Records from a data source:
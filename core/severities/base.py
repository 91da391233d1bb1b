"""The Severity base class: public methods that parse, broadcast and validate once, the ends
of the support, and the numeric fallbacks (quadrature, bisection) a family may lean on."""

from __future__ import annotations

import abc
import functools
import itertools
import math
from collections.abc import Callable
from typing import Any, ClassVar, overload

import numpy as np
from numpy.typing import ArrayLike, NDArray
from scipy import integrate

from core.errors import ParameterError
from core.severities._numeric import (
    _WINDOW_NATS,
    _Array,
    _as_floats,
    _Fill,
    _fill,
    _finish,
    _Floats,
    _log1m_exp,
)
from core.validate import ByFields
from core.validate import real as _finite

Task description: Set down, exactly as they appear, the line holding "import numpy as np" and every line after it until the records end.

Finished exercise:
import numpy as np
from numpy.typing import ArrayLike, NDArray
from scipy import integrate

from core.errors import ParameterError
from core.severities._numeric import (
    _WINDOW_NATS,
    _Array,
    _as_floats,
    _Fill,
    _fill,
    _finish,
    _Floats,
    _log1m_exp,
)
from core.validate import ByFields
from core.validate import real as _finite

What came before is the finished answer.